:: Exercise aim ::
Please reproduce the entries below exactly, starting at the first line and ending with the line that holds "export const ShareParamsSchema".

:: Data for this task ::
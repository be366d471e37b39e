// Route parameters of /api/shares (the body and answers are in src/contract/shares.ts).
import { z } from 'zod'
import { ShareTokenSchema } from '../../src/contract/shares'

export const ShareParamsSchema = z.object({ token: ShareTokenSchema })
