// Downloads of an exercise: MusicXML and MIDI made in the browser (the writers load on first use),
// a worksheet PDF from the server.
import { fetchWorksheet } from '../api/worksheets'
import { downloadBlob } from '../components/fretboard/board-export'
import type { Exercise } from '../exchange'
import type { SheetRequest } from './drill-paper'

export type ExerciseFormat = 'musicxml' | 'midi'

export async function downloadExercise(exercise: Exercise, format: ExerciseFormat): Promise<void> {
  const { exerciseFileName, toMidi, toMusicXml } = await import('../exchange')
  const data =
    format === 'musicxml'
      ? new Blob([toMusicXml(exercise)], { type: 'application/vnd.recordare.musicxml+xml' })
      : new Blob([toMidi(exercise) as Uint8Array<ArrayBuffer>], { type: 'audio/midi' })
  downloadBlob(data, exerciseFileName(exercise, format === 'musicxml' ? 'musicxml' : 'mid'))
}

/** Fetches the sheet's PDF; a 400 comes back as ApiError with its field errors. */
export async function downloadSheet(sheet: SheetRequest): Promise<void> {
  const pdf = await fetchWorksheet(sheet.kind, sheet.params)
  downloadBlob(pdf, `${sheet.kind}-worksheet.pdf`)
}
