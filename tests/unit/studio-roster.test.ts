// Roster rules: filtering, sorting and paging; the behind / inactive / on-track status; ISO weeks
// for the digest (source: ISO 8601 week dates; the dates are checked against a printed calendar).
import { describe, expect, it } from 'vitest'
import type { Assignment } from '../../src/contract/assignments'
import { isoWeek, digestDue } from '../../server/digests/digest-service'
import { pageRoster, sortRoster } from '../../server/roster/roster-query'
import { rosterStatus } from '../../server/roster/roster-service'
import { RosterQuerySchema } from '../../server/roster/roster-schema'
import { type RosterRow } from '../../src/contract/roster'
import { STARTER_PLANS } from '../../src/contract/starter-plans'

function row(name: string, over: Partial<RosterRow> = {}): RosterRow {
  return {
    id: name,
    name,
    email: `${name.toLowerCase()}@x.test`,
    studios: [{ id: 'a', name: 'A' }],
    lastPracticeAt: null,
    minutesThisWeek: 0,
    attemptsThisWeek: 0,
    accuracy: null,
    recall: { medianMs: null, previousMedianMs: null, change: null, direction: null },
    plans: { assigned: 0, complete: 0, overdue: 0, targetsMet: 0, targetsTotal: 0 },
    planCompletion: null,
    weakSpots: [],
    status: 'on-track',
    attention: [],
    instrument: null,
    fastestTempo: null,
    sharesFrom: null,
    ...over,
  }
}

const ROWS = [
  row('Mira', { accuracy: 0.9, status: 'behind', studios: [{ id: 'b', name: 'B' }] }),
  row('ada', { accuracy: null, status: 'inactive' }),
  row('Zeno', { accuracy: 0.5 }),
  row('Bo', { accuracy: 0.9 }),
]
const names = (rows: RosterRow[]) => rows.map((r) => r.name)

describe('roster query', () => {
  it('sorts names without regard to case', () => {
    expect(names(sortRoster(ROWS, 'name', false))).toEqual(['ada', 'Bo', 'Mira', 'Zeno'])
  })

  it('puts rows without a value last in both directions, and breaks ties by name', () => {
    expect(names(sortRoster(ROWS, 'accuracy', false))).toEqual(['Zeno', 'Bo', 'Mira', 'ada'])
    expect(names(sortRoster(ROWS, 'accuracy', true))).toEqual(['Bo', 'Mira', 'Zeno', 'ada'])
  })

  it('orders status behind, inactive, on-track', () => {
    expect(names(sortRoster(ROWS, 'status', false))).toEqual(['Mira', 'ada', 'Bo', 'Zeno'])
  })

  it('filters by search, studio and status, then pages; total counts every match', () => {
    const query = (q: object) => RosterQuerySchema.parse(q)
    expect(names(pageRoster(ROWS, query({ search: 'MIR' })).items)).toEqual(['Mira'])
    expect(names(pageRoster(ROWS, query({ studio: undefined, status: 'on-track' })).items)).toEqual(
      ['Bo', 'Zeno'],
    )
    const page2 = pageRoster(
      ROWS,
      query({ page: '2', pageSize: '3', sortBy: 'name', sortDesc: 'true' }),
    )
    expect(page2).toEqual({ total: 4, items: [ROWS[1]] })
  })
})

describe('roster status', () => {
  const now = new Date('2026-03-10T12:00:00Z')
  const assignment = (dueAt: string | null, targetsMet: number, items: number, complete = false) =>
    ({ dueAt, targetsMet, items: Array.from({ length: items }), complete }) as unknown as Assignment
  const practisedYesterday = new Date('2026-03-09T12:00:00Z')

  it('is behind with an overdue unfinished plan, even after practising yesterday', () => {
    expect(rosterStatus(practisedYesterday, [assignment('2026-03-09T00:00:00Z', 1, 2)], now)).toBe(
      'behind',
    )
  })

  it('is behind when a plan is due within 48 h with under half its targets met (1 of 3)', () => {
    expect(rosterStatus(practisedYesterday, [assignment('2026-03-11T12:00:00Z', 1, 3)], now)).toBe(
      'behind',
    )
    expect(rosterStatus(practisedYesterday, [assignment('2026-03-11T12:00:00Z', 2, 3)], now)).toBe(
      'on-track',
    )
  })

  it('is not behind for a finished plan, but inactive after 7 days without practice', () => {
    const eightDaysAgo = new Date('2026-03-02T11:59:00Z')
    expect(rosterStatus(eightDaysAgo, [assignment('2026-03-01T00:00:00Z', 2, 2, true)], now)).toBe(
      'inactive',
    )
    expect(rosterStatus(null, [], now)).toBe('inactive')
  })
})

describe('weekly digest timing', () => {
  it.each([
    ['2026-01-01T12:00:00Z', '2026-W01'], // Thursday 1 January: week 1 holds the year's first Thursday
    ['2027-01-01T12:00:00Z', '2026-W53'], // Friday: still the last week of 2026 (a 53-week year)
    ['2026-12-28T00:30:00Z', '2026-W53'], // Monday
    ['2024-12-30T09:00:00Z', '2025-W01'], // Monday before New Year belongs to the next year's week 1
  ])('%s is in ISO week %s', (date, week) => {
    expect(isoWeek(new Date(date))).toBe(week)
  })

  it('is due from Monday 07:00 UTC on', () => {
    expect(digestDue(new Date('2026-03-09T06:59:00Z'))).toBe(false) // Monday
    expect(digestDue(new Date('2026-03-09T07:00:00Z'))).toBe(true)
    expect(digestDue(new Date('2026-03-12T01:00:00Z'))).toBe(true) // Thursday
  })
})

describe('starter library', () => {
  it('offers our starter plans with complete, schema-checked settings', () => {
    expect(STARTER_PLANS.map((s) => s.title)).toContain('Fourths in a one-octave window')
    const recall = STARTER_PLANS[0]!.items[0]!.preset
    expect(recall.drill === 'recall' && recall.settings.questionCount).toBe(24) // the drill schema's default
  })
})
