// CSV export: RFC 4180 quoting (fields with commas, quotes or line breaks are quoted; quotes
// doubled), CRLF line ends, and spreadsheet formula injection defused (OWASP "CSV Injection").
import { describe, expect, it } from 'vitest'
import { csvFileName, toCsv } from '../../server/roster/csv'

describe('toCsv', () => {
  it('quotes only what needs quoting and doubles quotes (RFC 4180 §2.6–2.7)', () => {
    const csv = toCsv(
      ['Name', 'Note'],
      [
        ['Ada, Jr.', 'says "hi"'],
        ['Bo', 'two\nlines'],
      ],
    )
    expect(csv).toBe('\uFEFFName,Note\r\n"Ada, Jr.","says ""hi"""\r\nBo,"two\nlines"\r\n')
  })

  it('writes numbers plainly, booleans as yes/no, and nothing for null', () => {
    expect(toCsv(['a', 'b', 'c', 'd'], [[0.75, true, null, -3]])).toBe(
      '\uFEFFa,b,c,d\r\n0.75,yes,,-3\r\n',
    )
  })

  it('prefixes text that a spreadsheet would run as a formula', () => {
    expect(toCsv(['x'], [['=HYPERLINK("http://x")'], ['+1'], ['@SUM(A1)']])).toBe(
      '\uFEFFx\r\n"\'=HYPERLINK(""http://x"")"\r\n\'+1\r\n\'@SUM(A1)\r\n',
    )
  })

  it('makes file names from plain letters and digits', () => {
    expect(csvFileName('Lucía Amari', 'results')).toBe('lucia-amari-results.csv')
    expect(csvFileName('"; rm -rf')).toBe('rm-rf.csv')
  })
})
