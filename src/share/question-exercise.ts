// The exercise (notation, TAB, MusicXML, MIDI) of a drill's questions: each asked note in order, at
// the drill's place on the neck when it has one, with the key signature following the questions' keys.
import type { DrillQuestion } from '../drills/engine/types'
import { keyFifths, keyMode, type Exercise, type ExerciseNote, type ExportNeck } from '../exchange'
import { instrumentOfTuning } from '../exchange/spelled-note'
import { pitchName, type Position } from '../theory'
import { placeOnNeck } from '../theory/neck-placement'

/** The key a question is asked in (its tonic and scale), which sets the staff's key signature. */
export interface QuestionKey {
  tonic: string
  scale: string
}

/** How a drill's questions read as notes: the key of each and its spelled name with octave. */
export interface QuestionReading<Q extends DrillQuestion> {
  key(question: Q): QuestionKey
  name?(question: Q): string
}

/** Tempo of an exported exercise: quarter notes per minute, one note a beat. */
export const EXERCISE_TEMPO = 72

const sameKey = (a: QuestionKey, b: QuestionKey) => a.tonic === b.tonic && a.scale === b.scale

function places(questions: readonly DrillQuestion[], neck: ExportNeck): (Position | undefined)[] {
  if (questions.every((question) => question.cell)) return questions.map((q) => q.cell ?? undefined)
  return placeOnNeck(
    questions.map((question) => question.expectedPitch),
    neck.tuning,
    neck.frets,
  )
}

/**
 * The questions as an exercise: one note a beat, named as the drill spells it, placed where the
 * drill asks (else where the hand moves least), and a new key signature and key name where the key
 * changes (Window Cycle).
 *
 * @example
 * exerciseFromQuestions(session.questions, { tuning: [28, 33, 38, 43], frets: 20 }, reading, 'G major run')
 */
export function exerciseFromQuestions<Q extends DrillQuestion>(
  questions: readonly Q[],
  neck: ExportNeck,
  reading: QuestionReading<Q>,
  title: string,
): Exercise {
  const first = questions[0]
  if (!first) throw new RangeError('An exercise needs at least one note.')
  const firstKey = reading.key(first)
  const placed = places(questions, neck)
  const notes = questions.map((question, index): ExerciseNote => {
    const key = reading.key(question)
    const previous = questions[index - 1]
    const changes = previous !== undefined && !sameKey(key, reading.key(previous))
    const place = placed[index]
    return {
      pitch: question.expectedPitch,
      name: reading.name?.(question) ?? pitchName(question.expectedPitch),
      ...(place ? { string: place.string, fret: place.fret } : {}),
      durationBeats: 1,
      ...(changes
        ? { text: `${key.tonic} ${key.scale}`, keyFifths: keyFifths(key.tonic, key.scale) }
        : {}),
    }
  })
  return {
    title,
    tempo: EXERCISE_TEMPO,
    keyFifths: keyFifths(firstKey.tonic, firstKey.scale),
    mode: keyMode(firstKey.tonic, firstKey.scale),
    instrument: neck.instrument ?? instrumentOfTuning(neck.tuning),
    tuning: [...neck.tuning],
    beatsPerMeasure: 4,
    notes,
  }
}
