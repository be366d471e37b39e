// The server's configuration from the environment: the background drain's switch (bench:ingest
// turns it off to time the request path alone; every other launcher leaves it on).
import { describe, expect, it } from 'vitest'
import { loadConfig } from '../../server/config'

const BASE = { DATABASE_URL: 'postgres://127.0.0.1/ambitus', JWT_SECRET: 'x'.repeat(32) }

describe('loadConfig', () => {
  it('rolls up answers in the background unless STATISTICS_DRAIN is off', () => {
    expect(loadConfig(BASE).backgroundDrain).toBe(true)
    expect(loadConfig({ ...BASE, STATISTICS_DRAIN: '' }).backgroundDrain).toBe(true)
    expect(loadConfig({ ...BASE, STATISTICS_DRAIN: 'on' }).backgroundDrain).toBe(true)
    expect(loadConfig({ ...BASE, STATISTICS_DRAIN: 'off' }).backgroundDrain).toBe(false)
    expect(loadConfig({ ...BASE, STATISTICS_DRAIN: '0' }).backgroundDrain).toBe(false)
  })
})
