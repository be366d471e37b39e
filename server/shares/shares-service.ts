// Shared exercise use cases: make a link, read it without an account, list and revoke one's own.
import { randomBytes } from 'node:crypto'
import type { AppContext } from '../context'
import { AppError, badRequest, conflict, forbidden, notFound } from '../lib/errors'
import { tuningErrors } from '../../src/theory'
import {
  MAX_OPEN_SHARES,
  type ShareCreate,
  type SharedExercise,
  type ShareLink,
} from '../../src/contract/shares'
import type { PublicUser } from '../../src/contract/users'
import {
  countOpenShares,
  findShare,
  insertShare,
  listShares,
  revokeShare,
  type StoredShare,
} from './shares-repository'

const withoutOwner = ({ ownerId: _owner, ...share }: StoredShare): ShareLink => share
const publicView = ({ revokedAt: _revoked, ...share }: ShareLink): SharedExercise => share

/** Stores the exercise behind a fresh unguessable token (128 random bits). */
export async function createShare(
  ctx: AppContext,
  user: PublicUser,
  share: ShareCreate,
): Promise<ShareLink> {
  const problems = tuningErrors(share.instrument.tuning, share.instrument.frets)
  if (problems.length > 0) throw badRequest(problems.join(' '), { 'instrument.tuning': problems })
  if ((await countOpenShares(ctx.db, user.id)) >= MAX_OPEN_SHARES)
    throw conflict(`You have ${MAX_OPEN_SHARES} open links; revoke some before sharing more.`)
  const token = randomBytes(16).toString('base64url')
  await insertShare(ctx.db, user.id, token, share)
  return withoutOwner((await findShare(ctx.db, token)) as StoredShare)
}

/** What anyone with the link sees; a revoked link is gone (410), an unknown one not found. */
export async function readShare(ctx: AppContext, token: string): Promise<SharedExercise> {
  const share = await findShare(ctx.db, token)
  if (!share) throw notFound('This shared exercise')
  if (share.revokedAt)
    throw new AppError('gone', 'Whoever shared this exercise has withdrawn the link.', 410)
  return publicView(withoutOwner(share))
}

export async function listMyShares(ctx: AppContext, user: PublicUser): Promise<ShareLink[]> {
  return (await listShares(ctx.db, user.id, MAX_OPEN_SHARES)).map(withoutOwner)
}

/** The owner (or an admin) revokes a link; revoking twice changes nothing. */
export async function revokeMyShare(ctx: AppContext, user: PublicUser, token: string) {
  const share = await findShare(ctx.db, token)
  if (!share) throw notFound('This shared exercise')
  if (share.ownerId !== user.id && user.role !== 'admin')
    throw forbidden('Only whoever shared this exercise can revoke its link.')
  await revokeShare(ctx.db, token)
}
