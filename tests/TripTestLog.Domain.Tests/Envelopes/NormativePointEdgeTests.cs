using TripTestLog.Domain.Envelopes;
using TripTestLog.Domain.Measurements;
using TripTestLog.Domain.Quantities;

namespace TripTestLog.Domain.Tests.Envelopes;

/// <summary>
/// A standard point's edges, made once and shared. IEC 60898-1 Table 7 row c (2.55 In from cold: no trip within 1 s,
/// a trip within 60 s for In ≤ 32 A) is the point; what is checked is the tool's own sharing, no outside source.
/// </summary>
public sealed class NormativePointEdgeTests
{
    private static NormativePoint RowC() => new("c", CurrentMultiple.Of(2.55), StartCondition.Cold, Seconds.Of(1), Seconds.Of(60),
        "IEC 60898-1 Table 7 c: 2.55 In from cold, trip at 1 s < t < 60 s") { HoldStrict = true, TripStrict = true, HighestUltimate = 1.45 };

    [Fact]
    public void APointsEdges_SayItsLimits_AndAreTheSameEdgeEachTimeAskedFor()
    {
        var c = RowC();

        var hold = c.HoldEdge(carried: false);
        var tripCarried = c.TripEdge(carried: true);

        Assert.Equal((Seconds.Of(1), true, "c", false, EdgeSource.NormativePoint), (hold.Limit!.Value, hold.Strict, hold.PointLabel, hold.Carried, hold.Source));
        Assert.Equal("IEC 60898-1 Table 7 c: 2.55 In from cold, trip at 1 s < t < 60 s, carried to higher currents", tripCarried.Requirement);
        Assert.Equal(Seconds.Of(60), tripCarried.Limit);
        Assert.Same(hold, c.HoldEdge(carried: false));
        Assert.Same(tripCarried, c.TripEdge(carried: true));
        Assert.NotSame(c.TripEdge(carried: false), tripCarried);
    }

    [Fact]
    public void APointThatHasGivenItsEdges_StillEqualsOneThatHasNot()
    {
        var asked = RowC();
        _ = asked.HoldEdge(carried: true);
        _ = asked.TripEdge(carried: false);

        Assert.Equal(RowC(), asked);
        Assert.Equal(RowC().GetHashCode(), asked.GetHashCode());
        Assert.NotSame(asked.TripEdge(carried: false), RowC().TripEdge(carried: false));
        Assert.Equal(asked.TripEdge(carried: false), RowC().TripEdge(carried: false));
    }

    [Fact]
    public void APointMadeFromAnother_GivesItsOwnEdges()
    {
        var c = RowC();
        _ = c.TripEdge(carried: false);

        var later = c with { MustTripWithin = Seconds.Of(40), TripStrict = false };

        Assert.Equal(Seconds.Of(40), later.TripEdge(carried: false).Limit);
        Assert.False(later.TripEdge(carried: false).Strict);
        Assert.Equal(Seconds.Of(60), c.TripEdge(carried: false).Limit);
    }
}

:: Output ::
repository be366d471e37b39e
// Route parameters of /api/shares (the body and answers are in src/contract/shares.ts).
import { z } from 'zod'
import { ShareTokenSchema } from '../../src/contract/shares'

export const ShareParamsSchema = z.object({ token: ShareTokenSchema })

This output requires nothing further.